### Records for the exercise
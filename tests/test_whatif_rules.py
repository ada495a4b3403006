"""The meeting what-if under [operations] (simulator/account/whatif_rules.py, rules/price_terms.py):
the rules' prices typed, the played seasons priced again without playing them again.

References. Every component of a played season's cost is a whole count times a price
(rules/season_cost.py ``price_outcome``), so the season cost is linear in the prices and the mean
season cost at any prices is the sum of the mean counts times the prices (linearity of expectation,
any probability text, e.g. Feller 1968, An Introduction to Probability Theory, vol. 1, IX.2; from
memory). The reference for each figure is an independent second run (``simulator.run.run``) with the
typed prices written into the scenario, on the same seed and replicates: how the crews work never
depends on the prices, and the automatic run length is chosen on the [costs], so its seasons are
the same ones. Expected costs and the cutoff chosen by them must agree exactly (up to floating-point
rounding, to the cent and within 1e-12 relative); the sample's range and share of seasons saving
must equal the same statistics of that run's first seasons, and lie within the sample's error of
all its seasons (binomial bounds on a sample quantile and share, 4 standard errors; common
practice, e.g. Conover 1999, Practical Nonparametric Statistics, section 3.2, from memory).
"""

from __future__ import annotations

import math
from pathlib import Path

import numpy as np
import pytest

from simulator.account import whatif_rules
from simulator.account.whatif import whatif_context, whatif_data
from simulator.account.whatif_rules import page_figures, rules_whatif_data
from simulator.inputs.scenario import read_scenario
from simulator.inputs.scenario_types import BASELINES
from simulator.pricing.decision import cheaper
from simulator.rules.operating_rules import RulePrices
from simulator.rules.price_terms import price_counts, price_terms, priced_by_terms
from simulator.run import run

ROOT = Path(__file__).resolve().parents[1]
RULES = ROOT / "scenarios" / "line_marking_rules.toml"
HISTORY = ROOT / "scenarios" / "line_marking_history.csv"
REPLICATES, SAMPLE = 400, 150
# prices a budget holder might try: dearer crews, cheaper standby, a subcontractor twice as dear
TYPED = {"day_rate": 950.0, "standby_rate": 300.0, "spoilage_cost": 650.0, "damages_per_day_late": 4500.0,
         "unfinished_cost": 4000.0}


FIXED_DAY_RATE = {"day_rate = {low = 720, likely = 790, high = 920}": "day_rate = 800"}
"""The demo gives the day rate as a range; these tests fix it at its PERT mean, (720 + 4 x 790 +
920) / 6 = 800, so a run's figures are exactly the page's at the scenario's prices."""


def _scenario_text(**replace: str) -> str:
    text = RULES.read_text(encoding="utf-8")
    replace = {**FIXED_DAY_RATE, **replace}
    for old, new in replace.items():
        assert old in text, old
        text = text.replace(old, new)
    return text


def _priced_text(prices: dict[str, float], base: str | None = None) -> str:
    """The rules scenario with its [operations] prices set to ``prices`` (one key a line)."""
    text = _scenario_text() if base is None else base
    lines = text.splitlines()
    for key, value in prices.items():
        index = next(i for i, line in enumerate(lines) if line.startswith(f"{key} = ") or line.startswith(f"{key} ="))
        lines[index] = f"{key} = {value!r}"
    return "\n".join(lines) + "\n"


def _run(tmp_path: Path, text: str, name: str):
    path = tmp_path / f"{name}.toml"
    path.write_text(text, encoding="utf-8")
    return run(read_scenario(path), HISTORY, replicates=REPLICATES)


def check_against_run(shown: dict, other, n: int, rel: float = 1e-12) -> None:
    """The what-if's figures ``shown`` against ``other``, a run at the typed prices or costs on the
    same seeds: its cutoff and expected season cost and saving exactly (to the cent); the range and
    the share of seasons that save equal to those of its first ``n`` seasons (within ``rel``), and
    within the sample's error of all its seasons (module docstring)."""
    best = other.decision.recommended_index
    assert shown["cutoff"] == pytest.approx(other.decision.recommended_cutoff, abs=1e-12)
    assert shown["mean"] == pytest.approx(other.table["mean_cost"][best], rel=1e-12, abs=0.005)
    reference = other.baseline_cost[other.reference]
    assert shown["saving"] == pytest.approx(reference.mean() - other.model_cost[:, best].mean(), abs=0.005)
    at, ref = other.model_cost[:n, best], reference[:n]
    assert shown["p05"] == pytest.approx(np.quantile(at, 0.05), rel=rel)
    assert shown["p95"] == pytest.approx(np.quantile(at, 0.95), rel=rel)
    assert shown["prob"] == pytest.approx(cheaper(at, ref).mean(), abs=1e-12)
    everything = other.model_cost[:, best]
    spread = 4 * math.sqrt(0.95 * 0.05 / n)
    assert np.quantile(everything, 0.95 - spread) <= shown["p95"] <= np.quantile(everything, min(1.0, 0.95 + spread))
    full = float(cheaper(everything, reference).mean())
    assert abs(shown["prob"] - full) <= 4 * math.sqrt(max(full * (1 - full), 1e-4) / n)


@pytest.fixture(scope="module")
def runs(tmp_path_factory):
    folder = tmp_path_factory.mktemp("whatif_rules")
    return _run(folder, _scenario_text(), "base"), _run(folder, _priced_text(TYPED), "typed")


def test_price_terms_are_price_outcomes_sum_on_every_played_season(runs):
    base, _ = runs
    operations = base.operations
    terms = price_terms(operations.rules)
    counts = price_counts(operations.rules, operations.extras)
    rng = np.random.default_rng(3)
    for _ in range(3):
        prices = {key: float(rng.uniform(0, 5000)) for key in TYPED}
        expected = operations.season_cost_at(RulePrices(**prices))
        np.testing.assert_allclose(priced_by_terms(terms, counts, prices), expected, rtol=1e-12, atol=1e-6)


def test_typed_prices_give_the_expected_costs_and_cutoff_of_a_run_at_those_prices(runs, monkeypatch):
    base, other = runs
    monkeypatch.setattr(whatif_rules, "SAMPLE", SAMPLE)
    data = whatif_data(base)
    assert data["kind"] == "rules" and data["sample"]["n"] == SAMPLE
    shown = page_figures(data, TYPED)
    assert shown["best"] == other.decision.recommended_index
    check_against_run(shown, other, SAMPLE)


def test_at_the_scenarios_prices_the_page_shows_the_runs_own_figures(runs):
    base, _ = runs
    shown = page_figures(rules_whatif_data(base))
    assert shown["best"] == base.decision.recommended_index
    assert shown["mean"] == pytest.approx(base.strategies["model"].mean, rel=1e-12)
    assert shown["reference_mean"] == pytest.approx(base.baseline_cost[base.reference].mean(), rel=1e-12)


def test_a_price_given_as_a_range_starts_at_its_pert_mean_with_a_note(tmp_path):
    """The rules demo as shipped: its day rate is a range, drawn per season by the run; the field
    starts at the PERT mean (Malcolm et al. 1959: (low + 4 likely + high) / 6) and the page says
    the run's figures drew it."""
    ranged = run(read_scenario(RULES), HISTORY, replicates=REPLICATES)
    assert whatif_data(ranged)["prices"]["day_rate"] == 800.0
    context = whatif_context(ranged, "send the crews out", "dry day", "day", 2)
    assert "PERT mean" in context["ranges_note"]


def test_a_range_whose_mean_has_no_end_starts_its_field_at_the_cent(tmp_path):
    """{low = 250, likely = 300, high = 400} has the PERT mean (250 + 4 x 300 + 400) / 6 =
    308.333... (Malcolm et al. 1959); the field and the page's starting figures use 308.33, what a
    reader would type, not sixteen digits."""
    ranged = _run(tmp_path, _scenario_text(**{"standby_rate = 400 ": "standby_rate = {low = 250, likely = 300, "
                                                                      "high = 400} "}), "standby_range")
    assert whatif_data(ranged)["prices"]["standby_rate"] == 308.33
    context = whatif_context(ranged, "send the crews out", "dry day", "day", 2)
    assert dict((key, typed) for key, _, _, typed in context["fields"])["standby_rate"] == "308.33"


def test_without_a_standby_rate_standby_follows_the_day_rate_typed(tmp_path):
    base_text = _scenario_text(**{"standby_rate = 400 ": "# no standby rate "})
    base = _run(tmp_path, base_text, "base")
    other = _run(tmp_path, _priced_text({"day_rate": 1100.0}, base_text), "dear")
    data = whatif_data(base)
    assert "standby_rate" not in data["keys"] and data["follows"] == {"standby_rate": "day_rate"}
    shown = page_figures(data, {"day_rate": 1100.0})
    best = other.decision.recommended_index
    assert shown["best"] == best
    assert shown["mean"] == pytest.approx(other.table["mean_cost"][best], rel=1e-12)
    context = whatif_context(base, "send the crews out", "dry day", "day", 2)
    assert [key for key, *_ in context["fields"]] == data["keys"]
    assert "paid the day rate typed" in context["standby_note"]


def test_without_work_or_deadline_their_prices_are_no_fields(tmp_path):
    text = _scenario_text(**{"work = 240 ": "# work = 240 ", "deadline = 2027-09-24": "# deadline",
                             "damages_per_day_late = 3000": "# damages", "unfinished_cost = 2000": "# unfinished",
                             'overtime_weekdays = ["sat"]': "# overtime"})
    result = _run(tmp_path, text, "open")
    data = whatif_data(result)
    assert data["keys"] == ["day_rate", "standby_rate", "spoilage_cost"]
    assert set(data["sample"]["counts"]) == {"days_out", "overtime_days", "standby_days", "spoiled_days_out"}
    context = whatif_context(result, "send the crews out", "dry day", "day", 2)
    assert "no deadline" in context["unused_note"] and "no amount of work" in context["unused_note"]
    lane = result.operations.n_cutoffs + BASELINES.index(result.reference)
    prices = {"day_rate": 700.0, "standby_rate": 100.0, "spoilage_cost": 0.0}
    expected = result.operations.season_cost_at(result.operations.rules.prices.moved(**prices))
    shown = page_figures(data, prices)
    assert shown["reference_mean"] == pytest.approx(expected[:, lane].mean(), rel=1e-12)
    assert shown["mean"] == pytest.approx(expected[:, shown["best"]].mean(), rel=1e-12)


def test_money_charged_by_a_user_process_is_kept_as_played(tmp_path):
    """A user-written simpy process's money (``other_cost``) does not move with the prices: the page
    adds its mean as a constant, and each sampled season's own amount."""

    def machine_hire(env, site):  # the example of simulator/rules/simpy_model.py's Site
        while True:
            report = yield site.day_done
            if report.out:
                site.charge(150.0)

    path = tmp_path / "hire.toml"
    path.write_text(_scenario_text(**{"cutoffs = [0.0, 1.0, 0.01]": "cutoffs = [0.0, 1.0, 0.1]"}), encoding="utf-8")
    result = run(read_scenario(path), HISTORY, replicates=12, processes=[machine_hire])
    data = rules_whatif_data(result)
    assert data["other_mean"] is not None and data["sample"]["other"] is not None
    prices = {"day_rate": 950.0, "unfinished_cost": 0.0}
    expected = result.operations.season_cost_at(result.operations.rules.prices.moved(**prices))
    shown = page_figures(data, prices)
    assert shown["mean"] == pytest.approx(expected[:, shown["best"]].mean(), rel=1e-12)
    k = result.operations.n_cutoffs
    lane = k + BASELINES.index(result.reference)
    assert shown["p95"] == pytest.approx(np.quantile(expected[:, shown["best"]], 0.95), rel=1e-12)
    assert shown["reference_mean"] == pytest.approx(expected[:, lane].mean(), rel=1e-12)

### To do
Reproduce exactly the section above that begins at the line containing "from simulator.inputs.scenario import" and ends at the line containing "ROOT = Path(__file__).resolve().parents[1]", leaving out all other lines.

### Solved problem
from simulator.inputs.scenario import read_scenario
from simulator.inputs.scenario_types import BASELINES
from simulator.pricing.decision import cheaper
from simulator.rules.operating_rules import RulePrices
from simulator.rules.price_terms import price_counts, price_terms, priced_by_terms
from simulator.run import run

ROOT = Path(__file__).resolve().parents[1]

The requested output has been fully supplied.